What to work on: Your answer should hold exactly the lines from the line containing "with a raised" through the end of the entries that follow.

Data to examine:
━━━━━━━━━━
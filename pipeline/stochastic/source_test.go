package stochastic

import (
	"math"
	"testing"
)

// near fails the test unless got lies within the relative tolerance of want.
func near(t *testing.T, what string, got, want, tolerance float64) {
	t.Helper()
	if !(math.Abs(got-want) <= tolerance*math.Abs(want)) {
		t.Errorf("%s = %.9g, want %.9g within %g", what, got, want, tolerance)
	}
}

// The moments are worked by hand: the exponent 1.5·m + 9.05 and its power of ten.
func TestMoment(t *testing.T) {
	for _, c := range []struct{ m, want float64 }{
		{5, 3.54813389e16}, // 10^16.55
		{6, 1.12201845e18}, // 10^18.05
		{7.2, 7.07945784e19},
	} {
		near(t, "Moment", Moment(c.m), c.want, 1e-8)
		// Hanks & Kanamori write the inverse, with dyn·cm = 1e-7 N·m.
		near(t, "magnitude", 2.0/3*math.Log10(Moment(c.m)*1e7)-10.7, c.m, 1e-12)
	}
}

// The published form has β in km/s, Δσ in bar and M0 in dyn·cm.
func TestCornerFrequencyPublishedUnits(t *testing.T) {
	m0 := math.Pow(10, 1.5*6+16.05)
	want := 4.9e6 * 3.5 * math.Cbrt(100/m0)
	got := CornerFrequency(Moment(6), 100e5, 3500)
	near(t, "CornerFrequency", got, want, 1e-12)
	near(t, "CornerFrequency", got, 0.35559, 1e-4) // worked by hand
}

// The factor 0.49 follows from Brune's model: f0 = 2.34·β/(2πr) and
// Δσ = 7·M0/(16·r³). It is published with two digits, hence the tolerance.
func TestCornerFrequencyDerivation(t *testing.T) {
	const m0, stress, beta = 1e18, 5e6, 3400
	radius := math.Cbrt(7 * m0 / (16 * stress))
	near(t, "CornerFrequency", CornerFrequency(m0, stress, beta), 2.34*beta/(2*math.Pi*radius), 0.005/0.49)
}

func TestEffectiveDistance(t *testing.T) {
	// Magnitude 7: 10^1.24 = 17.378 km, worked by hand.
	near(t, "EffectiveDistance(7, 0)", EffectiveDistance(7, 0), 17378, 1e-4)
	near(t, "EffectiveDistance(7, 30 km)", EffectiveDistance(7, 30e3), math.Hypot(17378, 30e3), 1e-4)
	if near, far := EffectiveDistance(5, 10e3), EffectiveDistance(6, 10e3); near >= far {
		t.Errorf("effective distance %g m at magnitude 5, %g m at 6: want growth", near, far)
	}
}
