package demo

import "math"

// earthRadiusKM is the mean radius of the Earth, (2a + b)/3 of the ellipsoid
// GRS 80.
//
// Source: H. Moritz (2000), Geodetic Reference System 1980, Journal of Geodesy
// 74:128–133.
const earthRadiusKM = 6371.0088

// epicentral returns distance in km and azimuth in degrees clockwise from north
// from an event's epicentre to a station, on a sphere: the haversine formula and
// the forward azimuth of spherical trigonometry. Both are rounded to 0.01, which
// makes them the same on all machines.
func epicentral(e *event, s *station) (km, azimuth float64) {
	const radian = math.Pi / 180
	phi1, phi2 := float64(e.latitude*radian), float64(s.latitude*radian)
	lambda := (s.longitude - e.longitude) * radian
	u, v := math.Sin((phi2-phi1)/2), math.Sin(lambda/2)
	h := float64(u*u) + float64(math.Cos(phi1)*math.Cos(phi2)*v*v)
	km = 2 * earthRadiusKM * math.Asin(math.Min(1, math.Sqrt(h)))

	east := math.Sin(lambda) * math.Cos(phi2)
	north := float64(math.Cos(phi1)*math.Sin(phi2)) - float64(math.Sin(phi1)*math.Cos(phi2)*math.Cos(lambda))
	azimuth = math.Mod(math.Atan2(east, north)/radian+360, 360)
	return round2(km), round2(azimuth)
}

func round2(v float64) float64 { return math.Round(v*100) / 100 }
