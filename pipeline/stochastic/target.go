package stochastic

import "math"

// FourierTarget returns the Fourier amplitude of acceleration, in m/s, that the
// parameters give at frequencyHz ≥ 0:
//
//	Y(f) = C·M0·(2πf)²/(1 + (f/f0)²) · Z(R)·exp(−πfR/(Q(f)·c)) · A(f)·exp(−πκf) · filters,
//	C = RadiationMean·Partition·FreeSurface/(4πρβ³).
//
// It is zero at zero frequency. Y is the amplitude |∫a(t)·exp(−2πift)dt|.
//
// Source: Boore (2003).
func FourierTarget(frequencyHz float64, p Params) float64 {
	t := newTarget(p)
	return t.at(frequencyHz)
}

// target holds what is the same for all frequencies.
type target struct {
	scale     float64 // C·M0·Z(R)·4π², in m·s
	cornerHz  float64
	pathRate  float64 // πR/(Q0·c), in s
	pathPower float64 // 1 − QExponent
	kappaRate float64 // πκ, in s
	vs30      float64
	reference float64
	lowCutHz  float64
	highCutHz float64
	response  func(float64) float64
}

func newTarget(p Params) target {
	s, path := p.Source, p.Path
	moment := Moment(s.Magnitude)
	beta := s.ShearVelocityMPS
	c := RadiationMean * s.Partition * FreeSurface / (4 * math.Pi * s.DensityKGM3 * beta * beta * beta)
	return target{
		scale:     c * moment * Spreading(path) * 4 * math.Pi * math.Pi,
		cornerHz:  CornerFrequency(moment, s.StressDropPa, beta),
		pathRate:  math.Pi * path.DistanceM / (path.Q0 * path.VelocityMPS),
		pathPower: 1 - path.QExponent,
		kappaRate: math.Pi * p.Site.KappaS,
		vs30:      p.Site.Vs30MPS,
		reference: beta,
		lowCutHz:  p.LowCutHz,
		highCutHz: p.HighCutHz,
		response:  p.Response,
	}
}

func (t *target) at(f float64) float64 {
	if f <= 0 {
		return 0
	}
	x := f / t.cornerHz
	y := t.scale * f * f / (1 + float64(x*x))
	y *= math.Exp(-(float64(t.pathRate*math.Pow(f, t.pathPower)) + float64(t.kappaRate*f)))
	y *= Amplification(f, t.vs30, t.reference)
	if t.lowCutHz > 0 {
		y *= butterworth(t.lowCutHz / f)
	}
	if t.highCutHz > 0 {
		y *= butterworth(f / t.highCutHz)
	}
	if t.response != nil {
		y *= t.response(f)
	}
	return y
}

// butterworth returns the amplitude 1/√(1 + r⁴) of a second-order Butterworth
// filter at the ratio r of frequency and corner, or of corner and frequency.
// Second order is the lowest whose low cut leaves the displacement without a
// permanent offset, and the lower the order the shorter the filter rings.
func butterworth(r float64) float64 {
	r2 := r * r
	return 1 / math.Sqrt(1+float64(r2*r2))
}

// Spreading returns the geometric spreading of a path, in 1/m:
//
//	1/R up to the break Rb,  (1/Rb)·(Rb/R)^FarExponent beyond.
//
// Source: Boore (2003), with two segments.
func Spreading(p Path) float64 {
	if p.DistanceM <= p.BreakM {
		return 1 / p.DistanceM
	}
	return math.Pow(p.BreakM/p.DistanceM, p.FarExponent) / p.BreakM
}

// profileExponent is the power p with which the time-averaged velocity of the
// ground grows with depth, V(z) = Vs30·(z/30 m)^p. See Amplification.
const profileExponent = 0.3

// Amplification returns the crustal amplification at frequencyHz > 0 of a site
// with vs30MPS in m/s over rock of referenceMPS in m/s, both without
// attenuation. With a time-averaged velocity V(z) = Vs30·(z/30 m)^0.3 the depth
// of a quarter wavelength is z = V(z)/(4f), hence
//
//	V = Vs30·(Vs30/(120 m·f))^(0.3/0.7),  A(f) = (1 + (reference/V)⁴)^(1/8),
//
// which is √(reference/V) where V is well below the reference and tends to 1
// where it is above; a sharp bend between the two would ring in time. A is 1
// where vs30MPS is zero. The motion is that of linear ground.
//
// Source: the quarter-wavelength method of W. B. Joyner, R. E. Warrick & T. E.
// Fumal (1981), Bull. Seismol. Soc. Am. 71:1333–1349. The single power law, the
// constant density and the smooth bend are our simplification; their two
// exponents are chosen to follow the generic rock site of D. M. Boore & W. B.
// Joyner (1997), Bull. Seismol. Soc. Am. 87:327–341.
func Amplification(frequencyHz, vs30MPS, referenceMPS float64) float64 {
	if vs30MPS <= 0 {
		return 1
	}
	const power = profileExponent / (1 - profileExponent)
	v := vs30MPS * math.Pow(vs30MPS/(120*frequencyHz), power)
	r := referenceMPS / v
	r *= r
	return math.Sqrt(math.Sqrt(math.Sqrt(1 + float64(r*r))))
}
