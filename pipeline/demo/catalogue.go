package demo

import (
	"bytes"
	"encoding/csv"
	"fmt"
	"strconv"
	"time"
)

// catalogueColumns are the columns of catalogue.csv.
var catalogueColumns = []string{
	"file", "event", "station", "network", "event_name", "origin_time", "magnitude", "magnitude_type",
	"distance_km", "depth_km", "event_latitude", "event_longitude", "station_name",
	"station_latitude", "station_longitude", "elevation_m", "vs30_m_s", "siting",
}

// catalogue returns the table that tells what the records leave out: one row for
// each event, one for each station, and one for each pair of the two with their
// epicentral distance. Where a format has no room for the codes of event or
// station, the row of the pair goes by the names of the files; where it has none
// for the network, a further row for the station's files gives it.
func catalogue(events []event, stations []station) ([]byte, error) {
	var b bytes.Buffer
	w := csv.NewWriter(&b)
	row := func(values map[string]string) {
		cells := make([]string, len(catalogueColumns))
		for i, name := range catalogueColumns {
			cells[i] = values[name]
		}
		w.Write(cells) // a bytes.Buffer does not fail; Flush reports what else might
	}
	w.Write(catalogueColumns)
	for i := range events {
		row(eventRow(&events[i]))
	}
	for i := range stations {
		row(stationRow(&stations[i]))
		if pattern := stations[i].network.pattern; pattern != "" {
			row(map[string]string{"file": fmt.Sprintf(pattern, stations[i].code), "network": stations[i].network.code})
		}
	}
	for i := range events {
		for j := range stations {
			row(pairRow(&events[i], &stations[j]))
		}
	}
	w.Flush()
	return b.Bytes(), w.Error()
}

func eventRow(e *event) map[string]string {
	return map[string]string{
		"event": e.code(), "event_name": e.name, "origin_time": e.origin.Format(time.RFC3339),
		"magnitude": decimals(e.magnitude, 1), "magnitude_type": "Mw", "depth_km": number(e.depthKM),
		"event_latitude": decimals(e.latitude, 3), "event_longitude": decimals(e.longitude, 3),
	}
}

func stationRow(s *station) map[string]string {
	return map[string]string{
		"station": s.code, "station_name": s.name,
		"station_latitude": decimals(s.latitude, 3), "station_longitude": decimals(s.longitude, 3),
		"elevation_m": number(s.elevationM), "vs30_m_s": number(s.vs30),
	}
}

func pairRow(e *event, s *station) map[string]string {
	km, _ := epicentral(e, s)
	row := map[string]string{"event": e.code(), "station": s.code, "distance_km": decimals(km, 2)}
	if s.network.byFile {
		row["file"] = e.code() + "_" + s.code + "_*"
		row["network"] = s.network.code
		row["siting"] = "free-field"
	}
	return row
}

func decimals(v float64, n int) string { return strconv.FormatFloat(v, 'f', n, 64) }
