package stochastic

import (
	"math"
	"math/bits"
	"math/rand/v2"

	"gonum.org/v1/gonum/dsp/fourier"
)

// Simulate sets dst to one realisation of ground acceleration in m/s², sampled
// every stepS seconds, and returns it. Gaussian white noise is windowed from
// OnsetS on, its spectrum is brought to a mean square of 1 and multiplied by
// FourierTarget, and the result is transformed back. The filters of the target
// are without phase shift, so a little motion precedes the onset; the first and
// last samples are tapered to zero over half the onset, at most 4 s.
//
// len(dst) is the number of samples; len(dst)·stepS should be at least
// Params.SpanS. Equal states of rng give equal motions; a call draws one normal
// deviate for each sample of the window. Simulate panics if dst is empty or stepS
// is not positive; p must be valid. It allocates two buffers of the next power of
// two of samples, and costs two transforms of that length.
//
// Source: Boore (2003), the procedure of its time-domain simulation.
func Simulate(dst []float64, stepS float64, p Params, rng *rand.Rand) []float64 {
	if len(dst) == 0 || !(stepS > 0) {
		panic("stochastic: no samples or no time step")
	}
	size := 1 << bits.Len(uint(len(dst)-1))
	series := make([]float64, max(size, 2))
	windowedNoise(series, stepS, p, rng)
	fft := fourier.NewFFT(len(series))
	spectrum := fft.Coefficients(nil, series)
	shape(spectrum, len(series), stepS, p)
	fft.Sequence(series, spectrum)
	copy(dst, series)
	taper(dst, int(math.Min(p.OnsetS/2, 4)/stepS))
	return dst
}

// windowedNoise fills series with white noise under the window.
func windowedNoise(series []float64, stepS float64, p Params, rng *rand.Rand) {
	length := p.SpanS() - p.OnsetS
	for i := range series {
		fraction := (float64(float64(i)*stepS) - p.OnsetS) / length
		if fraction > 1 {
			break
		}
		if w := p.Window.At(fraction); w > 0 {
			series[i] = w * rng.NormFloat64()
		}
	}
}

// shape brings the spectrum of noise to that of the motion: a mean square of 1
// over all frequencies but zero, then the target. The factor 1/stepS turns the
// continuous transform into a discrete one and 1/n is owed to the inverse.
func shape(spectrum []complex128, n int, stepS float64, p Params) {
	sum := 0.0
	for _, c := range spectrum[1:] {
		sum += float64(real(c)*real(c)) + float64(imag(c)*imag(c))
	}
	spectrum[0] = 0
	if sum == 0 { // no noise: the window lies outside the series
		return
	}
	rms := math.Sqrt(sum / float64(len(spectrum)-1))
	unit := 1 / (rms * stepS * float64(n))
	df := 1 / (float64(n) * stepS)
	t := newTarget(p)
	for k := 1; k < len(spectrum); k++ {
		y := unit * t.at(float64(k)*df)
		spectrum[k] = complex(real(spectrum[k])*y, imag(spectrum[k])*y)
	}
}

// taper brings the first and last n samples smoothly to zero with a raised
// cosine.
func taper(x []float64, n int) {
	n = min(n, len(x)/2)
	for i := range n {
		w := 0.5 - float64(0.5*math.Cos(math.Pi*float64(i)/float64(n)))
		x[i] *= w
		x[len(x)-1-i] *= w
	}
}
━━━━━━━━━━
Task solution:
// taper brings the first and last n samples smoothly to zero with a raised
// cosine.
func taper(x []float64, n int) {
	n = min(n, len(x)/2)
	for i := range n {
		w := 0.5 - float64(0.5*math.Cos(math.Pi*float64(i)/float64(n)))
		x[i] *= w
		x[len(x)-1-i] *= w
	}
}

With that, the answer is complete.